Based on the above innovative design concepts, the rigid robotic arm in the traditional design strategy is finally replaced by a flexible robotic arm. At the same time, soft containers are placed underneath the fruit trees to receive the Camellia oleifera fruits picked by the flexible robotic arm to reduce the collection workload. Flexible robotic arm technology has been widely used and validated in several fields. In the medical field, flexible robotic arms have been used in surgical robots to realize high-precision, low-trauma surgical operations [33]; in the manufacturing field, flexible robotic arms have been used in tasks such as precision assembly and testing to improve productivity and product quality. The advantages of applying the robotic arm to the Camellia oleifera fruit picker are [34]:
(1)
Flexibility: The flexible robotic arm is designed with flexible materials and joints, which can quickly realize complex three-dimensional movement trajectories, avoiding the traditional rigid robotic arm’s difficulty in recognizing specific movements due to kinematic constraints. The flexible robotic arm can reach deep between the branches and leaves of the Camellia oleifera tree, accurately identify and locate the picking target, and realize efficient and accurate picking operations.
(2)
Environmental adaptability: Its flexibility and elasticity allow it to quickly adapt to spatial changes and irregularly shaped objects to accomplish operational tasks in various unstructured environments. The robotic arm can flexibly cope with different shapes and sizes of Camellia oleifera fruits and complex growth environments to improve picking efficiency and quality.
(3)
Cost and Maintenance: Compared to traditional rigid robotic arms, flexible robotic arms utilize flexible and lightweight materials, reducing the need for high-strength and high-precision components and thus lowering manufacturing costs. Flexible robotic arms’ simple structure and durability minimize the need for repairs and replacement parts, reducing maintenance costs.

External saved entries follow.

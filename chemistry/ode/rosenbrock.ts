// The RODAS integrator (see rodas-tableau.ts): Jacobian once per step start, LU of I/(hγ) − J for
// each attempted step size, step size control with the predictive controller the authors' code uses
// (Gustafsson 1994, as in rodas.f), continuous output for the observer.
import { chooseInitialStep } from './initial-step';
import { differenceJacobian, differenceTimeDerivative } from './jacobian';
import { factorLu } from './lu';
import { RodasStep } from './rodas-step';
import { ERROR_ESTIMATE_ORDER, RODAS } from './rodas-tableau';
import type {
	Derivative,
	RosenbrockOptions,
	SolveOutcome,
	SolveResult,
	StepObserver
} from './types';

/** rodas.f's defaults: a new step between h/5 and 6h, with safety factor 0.9. */
const MAX_SHRINK = 5;
const MAX_GROWTH = 6;
const SAFETY = 0.9;
/** A step that failed outright (a non-finite stage, a singular matrix) is retried this much smaller. */
const FAILURE_SHRINK = 0.2;
const GAMMA = RODAS.gamma;
const ORDER = ERROR_ESTIMATE_ORDER;

interface Progress {
	t: number;
	h: number;
	accepted: number;
	rejected: number;
	evaluations: number;
	jacobians: number;
	/** the last accepted step and its error, for the predictive controller */
	hAccepted: number;
	errorAccepted: number;
	rejectedLast: boolean;
}

export class RosenbrockSolver {
	private readonly step: RodasStep;
	private readonly y: number[];
	private readonly f0: number[];
	private readonly ft: number[];
	private readonly jacobian: number[];
	private readonly lu: number[];
	private readonly pivots: number[];

	constructor(
		readonly n: number,
		private readonly options: RosenbrockOptions
	) {
		this.step = new RodasStep(n);
		this.y = new Array<number>(n).fill(0);
		this.f0 = new Array<number>(n).fill(0);
		this.ft = new Array<number>(n).fill(0);
		this.jacobian = new Array<number>(n * n).fill(0);
		this.lu = new Array<number>(n * n).fill(0);
		this.pivots = new Array<number>(n).fill(0);
	}

	/** Integrates y' = f(t, y) from (t0, y0) to tEnd ≥ t0, calling `observer` after every step. */
	solve(
		f: Derivative,
		t0: number,
		y0: ArrayLike<number>,
		tEnd: number,
		observer?: StepObserver
	): SolveResult {
		if (!(tEnd >= t0)) throw new RangeError(`The end time ${tEnd} is before the start ${t0}.`);
		const { n, y, options } = this;
		for (let i = 0; i < n; i++) y[i] = y0[i];
		const progress: Progress = {
			t: t0,
			h: 0,
			accepted: 0,
			rejected: 0,
			evaluations: 0,
			jacobians: 0,
			hAccepted: 0,
			errorAccepted: 1,
			rejectedLast: false
		};
		if (tEnd === t0) return this.finish(progress, 'done');
		const hMax = Math.min(options.maxStepSize ?? Infinity, tEnd - t0);
		this.evaluateStart(f, t0, progress);
		progress.h = this.chooseFirstStep(f, t0, hMax, progress);
		return this.integrate(f, tEnd, hMax, progress, observer);
	}

	private integrate(
		f: Derivative,
		tEnd: number,
		hMax: number,
		progress: Progress,
		observer: StepObserver | undefined
	): SolveResult {
		const { n, y, step, options } = this;
		let jacobianCurrent = false;
		for (;;) {
			if (progress.accepted + progress.rejected >= options.maxSteps) {
				return this.finish(progress, 'maxSteps');
			}
			const t = progress.t;
			let h = progress.h;
			if (0.1 * h <= Math.abs(t) * Number.EPSILON || !(h > 0)) {
				return this.finish(progress, 'stepTooSmall');
			}
			const last = t + 1.0001 * h >= tEnd;
			if (last) h = tEnd - t;
			if (!jacobianCurrent) {
				this.formJacobian(f, t, tEnd, progress);
				jacobianCurrent = true;
			}
			if (!this.factor(h)) {
				progress.rejected++;
				progress.h = h * FAILURE_SHRINK;
				continue;
			}
			progress.evaluations += step.attempt(f, t, y, h, this.f0, this.ft, this.lu, this.pivots);
			const error = step.errorNorm(y, options.absoluteTolerance, options.relativeTolerance);
			if (!(error <= 1)) {
				progress.rejected++;
				progress.rejectedLast = true;
				progress.h = Number.isFinite(error) ? h / this.shrinkFactor(error) : h * FAILURE_SHRINK;
				continue;
			}
			const hNext = this.nextStepAfterAccepting(h, error, progress);
			step.keepDenseOutput(t, y, h);
			const tNew = last ? tEnd : t + h;
			for (let i = 0; i < n; i++) y[i] = step.yNew[i];
			progress.t = tNew;
			progress.accepted++;
			if (observer !== undefined && observer(t, tNew, y, step.interpolate) === false) {
				return this.finish(progress, 'stopped');
			}
			if (last) return this.finish(progress, 'done');
			this.evaluateStart(f, tNew, progress);
			jacobianCurrent = false;
			progress.h = Math.min(hNext, hMax);
		}
	}

	private chooseFirstStep(f: Derivative, t0: number, hMax: number, progress: Progress): number {
		const given = this.options.initialStepSize;
		if (given !== undefined) return Math.min(given, hMax);
		progress.evaluations++;
		const { absoluteTolerance, relativeTolerance } = this.options;
		const tolerances = { absoluteTolerance, relativeTolerance, errorOrder: ORDER };
		// ft is free until the first Jacobian: the estimate's Euler step goes there.
		return chooseInitialStep(f, t0, this.y, this.f0, tolerances, hMax, this.ft);
	}

	/** h/h_new from the error alone, within the allowed change. */
	private shrinkFactor(error: number): number {
		const factor = Math.pow(error, 1 / ORDER) / SAFETY;
		return Math.max(1 / MAX_GROWTH, Math.min(MAX_SHRINK, factor));
	}

	/**
	 * The step after an accepted one: the smaller of the standard and Gustafsson's predictive choice,
	 * never larger than h right after a rejection (rodas.f).
	 */
	private nextStepAfterAccepting(h: number, error: number, progress: Progress): number {
		let factor = this.shrinkFactor(error);
		if (progress.accepted > 0) {
			const ratio = (error * error) / progress.errorAccepted;
			let predicted = ((progress.hAccepted / h) * Math.pow(ratio, 1 / ORDER)) / SAFETY;
			predicted = Math.max(1 / MAX_GROWTH, Math.min(MAX_SHRINK, predicted));
			if (predicted > factor) factor = predicted;
		}
		progress.hAccepted = h;
		progress.errorAccepted = Math.max(1e-2, error);
		let hNext = h / factor;
		if (progress.rejectedLast) hNext = Math.min(hNext, h);
		progress.rejectedLast = false;
		return hNext;
	}

	/** f at the step's start, copied (f may hand back the same array every call). */
	private evaluateStart(f: Derivative, t: number, progress: Progress): void {
		const values = f(t, this.y);
		for (let i = 0; i < this.n; i++) this.f0[i] = values[i];
		progress.evaluations++;
	}

	private formJacobian(f: Derivative, t: number, tEnd: number, progress: Progress): void {
		const { n, y, f0, jacobian, options } = this;
		progress.evaluations += options.jacobian
			? options.jacobian(t, y, f0, jacobian)
			: differenceJacobian(f, t, y, f0, jacobian, n, options.statesRead ?? n);
		differenceTimeDerivative(f, t, y, f0, this.ft, n, tEnd - t);
		progress.evaluations += 2;
		progress.jacobians++;
	}

	/** Factors I/(hγ) − J; false when singular. */
	private factor(h: number): boolean {
		const { n, jacobian, lu } = this;
		const diagonal = 1 / (h * GAMMA);
		for (let k = 0; k < n * n; k++) lu[k] = -jacobian[k];
		for (let i = 0; i < n; i++) lu[i * n + i] += diagonal;
		return factorLu(lu, n, this.pivots);
	}

	private finish(progress: Progress, outcome: SolveOutcome): SolveResult {
		const { accepted, rejected, evaluations, jacobians, t } = progress;
		return { y: this.y.slice(), t, outcome, accepted, rejected, evaluations, jacobians };
	}
}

Based on the above innovative design concept, visual recognition technology also plays a crucial role in realizing the Camellia oleifera fruit picking machine’s intelligent and accurate picking process. Visual recognition technology can recognize the Camellia oleifera fruit’s precise positioning and recognition and provide accurate picking target information for the robotic arm. Visual recognition technology has been widely used in many fields, such as face recognition, behaviour analysis, intelligent transportation, intelligent manufacturing and other fields, and has achieved remarkable results. Gai, RL et al. proposed a blueberry recognition algorithm TL-YOLOv8 based on the YOLOv8 algorithm to improve the detection accuracy [35]. Li, TX et al. built an artificial peach dataset and introduced PeachYOLO, an efficient and lightweight peach target detection model in complex orchard environments [36]. These application cases verify the effectiveness of visual recognition technology and provide valuable experience and reference for its application in Camellia oleifera fruit picking machines.

5. Discussion

This study proposes an innovative FAHP–FAST–TRIZ–E product design integration methodology based on the science, versatility, innovation and efficiency of product design decisions. The methodology aims to help designers develop innovative products from new perspectives. The applicability and effectiveness of the method are verified through design practice studies. Compared with other conventional design decision-making methods, the technique shows apparent advantages.

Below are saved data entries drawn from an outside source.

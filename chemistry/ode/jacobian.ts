// Finite-difference derivatives of the right-hand side. ∂f/∂y as the Fortran code rodas.f forms it
// (Hairer & Wanner, Solving ODEs II, §IV.7): forward differences with increments √(u·max(10⁻⁵, |yⱼ|)),
// u the unit roundoff. Their error is of order √u·|yⱼ|·|∂²f|, so a state far smaller than 10⁻⁵ with
// a strongly curved rate (Robertson's y₂ at 10⁻¹³ in 3·10⁷·y₂²) calls for an analytic Jacobian.
import type { Derivative } from './types';

const UNIT_ROUNDOFF = Number.EPSILON;

/**
 * Fills `into` (row-major n × n) with ∂f/∂y at (t, y) by forward differences over the first
 * `columns` states (the others are left at zero); `f0` is a copy of f(t, y), not the array f returned
 * (the next call may overwrite it). `y` is perturbed and restored. Returns the evaluations used.
 */
export function differenceJacobian(
	f: Derivative,
	t: number,
	y: number[],
	f0: ArrayLike<number>,
	into: number[],
	n: number,
	columns: number
): number {
	for (let j = 0; j < columns; j++) {
		const held = y[j];
		const delta = Math.sqrt(UNIT_ROUNDOFF * Math.max(1e-5, Math.abs(held)));
		y[j] = held + delta;
		const shifted = f(t, y);
		// The increment actually represented, not the one intended: held + delta rounds.
		const step = y[j] - held;
		y[j] = held;
		for (let i = 0; i < n; i++) into[i * n + j] = (shifted[i] - f0[i]) / step;
	}
	for (let j = columns; j < n; j++) for (let i = 0; i < n; i++) into[i * n + j] = 0;
	return columns;
}

/**
 * Fills `into` with ∂f/∂t at (t, y) by the one-sided difference (−3f(t) + 4f(t + δ) − f(t + 2δ))/(2δ)
 * (two evaluations; `f0` as above), inside [t, t + room]: a right-hand side may hold only from t on
 * (a feed law from its start) and only up to the interval's end. Not rodas.f's first-order forward
 * difference: this one is exact for rates up to quadratic in t, so a volume fed at such a rate is
 * integrated exactly, as an order-4 method should.
 */
export function differenceTimeDerivative(
	f: Derivative,
	t: number,
	y: number[],
	f0: ArrayLike<number>,
	into: number[],
	n: number,
	room: number
): void {
	const delta = Math.min(Math.cbrt(UNIT_ROUNDOFF) * Math.max(1, Math.abs(t)), 0.5 * room);
	const near = t + delta;
	const far = t + 2 * delta;
	const step = near - t;
	const atNear = f(near, y);
	for (let i = 0; i < n; i++) into[i] = 4 * atNear[i] - 3 * f0[i];
	const atFar = f(far, y);
	for (let i = 0; i < n; i++) into[i] = (into[i] - atFar[i]) / (2 * step);
}
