import { Outcome, Solver, type DenseInterpolant, type OutputFunction } from '#odex';
import { SimulationFailedError } from './errors';
import {
	formatNumber,
	hasCrossed,
	locateCrossing,
	MAX_REPORTS_PER_KIND,
	updateArming,
	type ThresholdEvent
} from './events';
import { FeedStreams } from './feed-streams';
import { createTrackers } from './trackers';
import { findRegimeSwitch, findStop, type Cut, type RegimeSwitch } from './crossings';
import { appendOutputPoint, createOutput, truncateOutput, type Output } from './output';
import { applyDrawFill } from './feeding';
import {
	ABSOLUTE_TOLERANCE,
	C,
	computeOxygenRelaxationPerH,
	computeOxygenSurplusAtZeroMgPerLH,
	computeQuasiSteadyOxygenMgPerL,
	computeSubstrateSurplusAtZeroGPerLH,
	createDerivative,
	fillEffectiveState,
	NORMAL_REGIME,
	O2_MOLAR_MASS_G_PER_MOL,
	OXYGEN_QUASI_STEADY_RATIO,
	P,
	RELATIVE_TOLERANCE,
	S,
	STATE_COUNT,
	V,
	WASHOUT_FRACTION,
	X,
	type FlowPhase,
	type ModelParameters,
	type Regime
} from './model';
import { planSegments, type Segment } from './modes';
import type { SimulationEvent, SimulationRequest, SimulationResult } from './types';
import { validateSimulationRequest, type SimulationPlan } from './validate';

/** Steps allowed per integration stretch; beyond this the run is too stiff for the integrator. */
export const MAX_STEPS_PER_SEGMENT = 200_000;
/** ODEX extrapolation columns (its default is 9); see the constructor. */
export const EXTRAPOLATION_COLUMNS = 4;
/** A concentration or volume below −this (in its own unit) is a failed integration, not rounding. */
export const NEGATIVE_STATE_TOLERANCE = 1e-6;
/** Regime changes settled at one instant before integration goes on (each one enables the next). */
const MAX_REGIME_CHANGES_AT_ONCE = 4;
/**
 * Regime changes allowed in one segment. A culture enters and leaves exhaustion or O2 limitation a
 * few times per feed or draw; thousands means the run chatters at a boundary it cannot settle on.
 */
export const MAX_REGIME_CHANGES_PER_SEGMENT = 2000;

The unique advantages of the proposed FAHP–FAST–TRIZ–E methodology lie in the accuracy of user orientation, scientific and focused clarity of decision-making, the ability to transform requirements for functional realization, the stimulation of innovativeness, and the concretization of solutions. Unlike traditional methods that rely only on the experience of designers or the guidance of a single theory, the methodology of this study integrates Fuzzy Hierarchical Analysis, Functional Analysis Systematic Technique Method, TRIZ Theory, and Topologically Transformable Theory, which can accurately transform user needs into specific design improvement points. This interdisciplinary integration not only deepens the understanding of user requirements but also improves the reliability of the design, ultimately leading to innovative solutions.

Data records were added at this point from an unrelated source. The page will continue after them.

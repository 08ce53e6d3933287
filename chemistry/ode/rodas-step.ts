// One RODAS step: the six stages, the error estimate and the continuous output's coefficients.
import { solveLu } from './lu';
import { RODAS } from './rodas-tableau';
import type { Derivative } from './types';

// Read once into module constants: property reads on an imported object in the loops below would
// cost a lookup each (a getter call where the module is transpiled to CommonJS, as under tsx).
const {
	a21,
	a31,
	a32,
	a41,
	a42,
	a43,
	a51,
	a52,
	a53,
	a54,
	c2,
	c21,
	c3,
	c31,
	c32,
	c4,
	c41,
	c42,
	c43,
	c51,
	c52,
	c53,
	c54,
	c61,
	c62,
	c63,
	c64,
	c65,
	d1,
	d2,
	d21,
	d22,
	d23,
	d24,
	d25,
	d3,
	d31,
	d32,
	d33,
	d34,
	d35,
	d4
} = RODAS;

function zeros(n: number): number[] {
	return new Array<number>(n).fill(0);
}

/** Work arrays and results of one step, reused from step to step. */
export class RodasStep {
	/** the solution at t + h after `attempt` */
	readonly yNew: number[];
	private readonly k1: number[];
	private readonly k2: number[];
	private readonly k3: number[];
	private readonly k4: number[];
	private readonly k5: number[];
	private readonly k6: number[];
	private readonly stage: number[];
	/** continuous output: y₀, y₁ and the two corrections (see rodas-tableau.ts) */
	private readonly y0: number[];
	private readonly y1: number[];
	private readonly dense2: number[];
	private readonly dense3: number[];
	private tOld = 0;
	private h = 1;

	constructor(private readonly n: number) {
		this.yNew = zeros(n);
		this.k1 = zeros(n);
		this.k2 = zeros(n);
		this.k3 = zeros(n);
		this.k4 = zeros(n);
		this.k5 = zeros(n);
		this.k6 = zeros(n);
		this.stage = zeros(n);
		this.y0 = zeros(n);
		this.y1 = zeros(n);
		this.dense2 = zeros(n);
		this.dense3 = zeros(n);
	}

	/**
	 * Computes the step from (t, y) of size h, given f(t, y) as `f0`, ∂f/∂t as `ft` and the LU factors
	 * of I/(hγ) − J. Leaves the solution in `yNew`; returns the number of evaluations (5).
	 */
	attempt(
		f: Derivative,
		t: number,
		y: number[],
		h: number,
		f0: number[],
		ft: number[],
		lu: number[],
		pivots: number[]
	): number {
		const { n, k1, k2, k3, k4, k5, k6, stage, yNew } = this;
		const hd1 = h * d1;
		const hd2 = h * d2;
		const hd3 = h * d3;
		const hd4 = h * d4;
		const r = 1 / h;
		for (let i = 0; i < n; i++) k1[i] = f0[i] + hd1 * ft[i];
		solveLu(lu, n, pivots, k1);

		for (let i = 0; i < n; i++) stage[i] = y[i] + a21 * k1[i];
		let d = f(t + c2 * h, stage);
		for (let i = 0; i < n; i++) k2[i] = d[i] + hd2 * ft[i] + r * c21 * k1[i];
		solveLu(lu, n, pivots, k2);

		for (let i = 0; i < n; i++) stage[i] = y[i] + a31 * k1[i] + a32 * k2[i];
		d = f(t + c3 * h, stage);
		for (let i = 0; i < n; i++) k3[i] = d[i] + hd3 * ft[i] + r * (c31 * k1[i] + c32 * k2[i]);
		solveLu(lu, n, pivots, k3);

		for (let i = 0; i < n; i++) stage[i] = y[i] + a41 * k1[i] + a42 * k2[i] + a43 * k3[i];
		d = f(t + c4 * h, stage);
		for (let i = 0; i < n; i++) {
			k4[i] = d[i] + hd4 * ft[i] + r * (c41 * k1[i] + c42 * k2[i] + c43 * k3[i]);
		}
		solveLu(lu, n, pivots, k4);

		for (let i = 0; i < n; i++) {
			stage[i] = y[i] + a51 * k1[i] + a52 * k2[i] + a53 * k3[i] + a54 * k4[i];
		}
		d = f(t + h, stage);
		for (let i = 0; i < n; i++) {
			k5[i] = d[i] + r * (c51 * k1[i] + c52 * k2[i] + c53 * k3[i] + c54 * k4[i]);
		}
		solveLu(lu, n, pivots, k5);

		// The embedded solution, then the last stage: its correction is the error estimate.
		for (let i = 0; i < n; i++) stage[i] += k5[i];
		d = f(t + h, stage);
		for (let i = 0; i < n; i++) {
			const c = c61 * k1[i] + c62 * k2[i] + c63 * k3[i] + c64 * k4[i] + c65 * k5[i];
			k6[i] = d[i] + r * c;
		}
		solveLu(lu, n, pivots, k6);
		for (let i = 0; i < n; i++) yNew[i] = stage[i] + k6[i];
		return 5;
	}

	/**
	 * The largest error estimate over the components, each scaled by aᵢ + r·max(|yᵢ|, |yNewᵢ|): the
	 * tolerance holds on every component. (rodas.f takes the RMS over components, which lets one
	 * component's error reach √n times the tolerance while the others are exact.) NaN when a stage
	 * was not finite.
	 */
	errorNorm(y: number[], absoluteTolerance: number, relativeTolerance: number): number {
		const { n, k6, yNew } = this;
		let largest = 0;
		for (let i = 0; i < n; i++) {
			const a = Math.abs(y[i]);
			const b = Math.abs(yNew[i]);
			const e = Math.abs(k6[i]) / (absoluteTolerance + relativeTolerance * (a > b ? a : b));
			// Written so that a NaN estimate is passed on rather than skipped.
			if (!(e <= largest)) largest = e;
		}
		return largest;
	}

	/** Keeps the accepted step's continuous output: from (tOld, y) over h to yNew. */
	keepDenseOutput(tOld: number, y: number[], h: number): void {
		const { n, k1, k2, k3, k4, k5 } = this;
		this.tOld = tOld;
		this.h = h;
		for (let i = 0; i < n; i++) {
			this.y0[i] = y[i];
			this.y1[i] = this.yNew[i];
			this.dense2[i] = d21 * k1[i] + d22 * k2[i] + d23 * k3[i] + d24 * k4[i] + d25 * k5[i];
			this.dense3[i] = d31 * k1[i] + d32 * k2[i] + d33 * k3[i] + d34 * k4[i] + d35 * k5[i];
		}
	}

	/** The continuous output of the last kept step, component `component` at t. */
	readonly interpolate = (component: number, t: number): number => {
		const s = (t - this.tOld) / this.h;
		const s1 = 1 - s;
		const i = component;
		return this.y0[i] * s1 + s * (this.y1[i] + s1 * (this.dense2[i] + s * this.dense3[i]));
	};
}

In addition, this study demonstrates a new approach to bridge the shortcomings of a single theory and produce a universal design theory. The proposed FAHP–FAST–TRIZ–E methodology, by integrating different design theories, especially applying TRIZ theory and Extension transformation theory in solving design problems, provides designers with an efficient tool that helps them quickly generate solutions when faced with complex design challenges. The FAHP–FAST–TRIZ–E approach provides a new perspective to overcome the challenge of translating the principle guidance of TRIZ theory into concrete product conceptual solutions in previous design research. Topological transformation theory reduces the difficulty of translating the original TRIZ understanding. It provides new ideas for innovative design by formally investigating the solution of contradictory problems to generate specific design solutions.
The conceptual design of this picker offers unique advantages over previous research pickers, and bears the potential to solve specific problems and meet market needs.
(1)
Adaptability comparison. Compared with the traditional ground picker, the aerial rail-type Camellia oleifera fruit picker is more adaptable to complex terrain. It can work flexibly in steep slopes and narrow passages in Camellia oleifera forests, overcoming the difficulty of access for ground pickers.
(2)
Picking efficiency comparison. Through the application of automation and intelligent technology, the picking efficiency of the aerial rail picker is much higher than that of the traditional manual picking and ground picker. This not only improves the harvesting speed of Camellia oleifera fruit but also reduces the labour intensity of fruit farmers.
(3)
Cost-benefit comparison. Although the initial investment is significant, the overall cost-effectiveness of the picker is superior to that of the traditional picking method, considering the long-term use of the picker and the cost-reduction effect (e.g., reduction of labour costs, reduction of fruit damage rate, etc.).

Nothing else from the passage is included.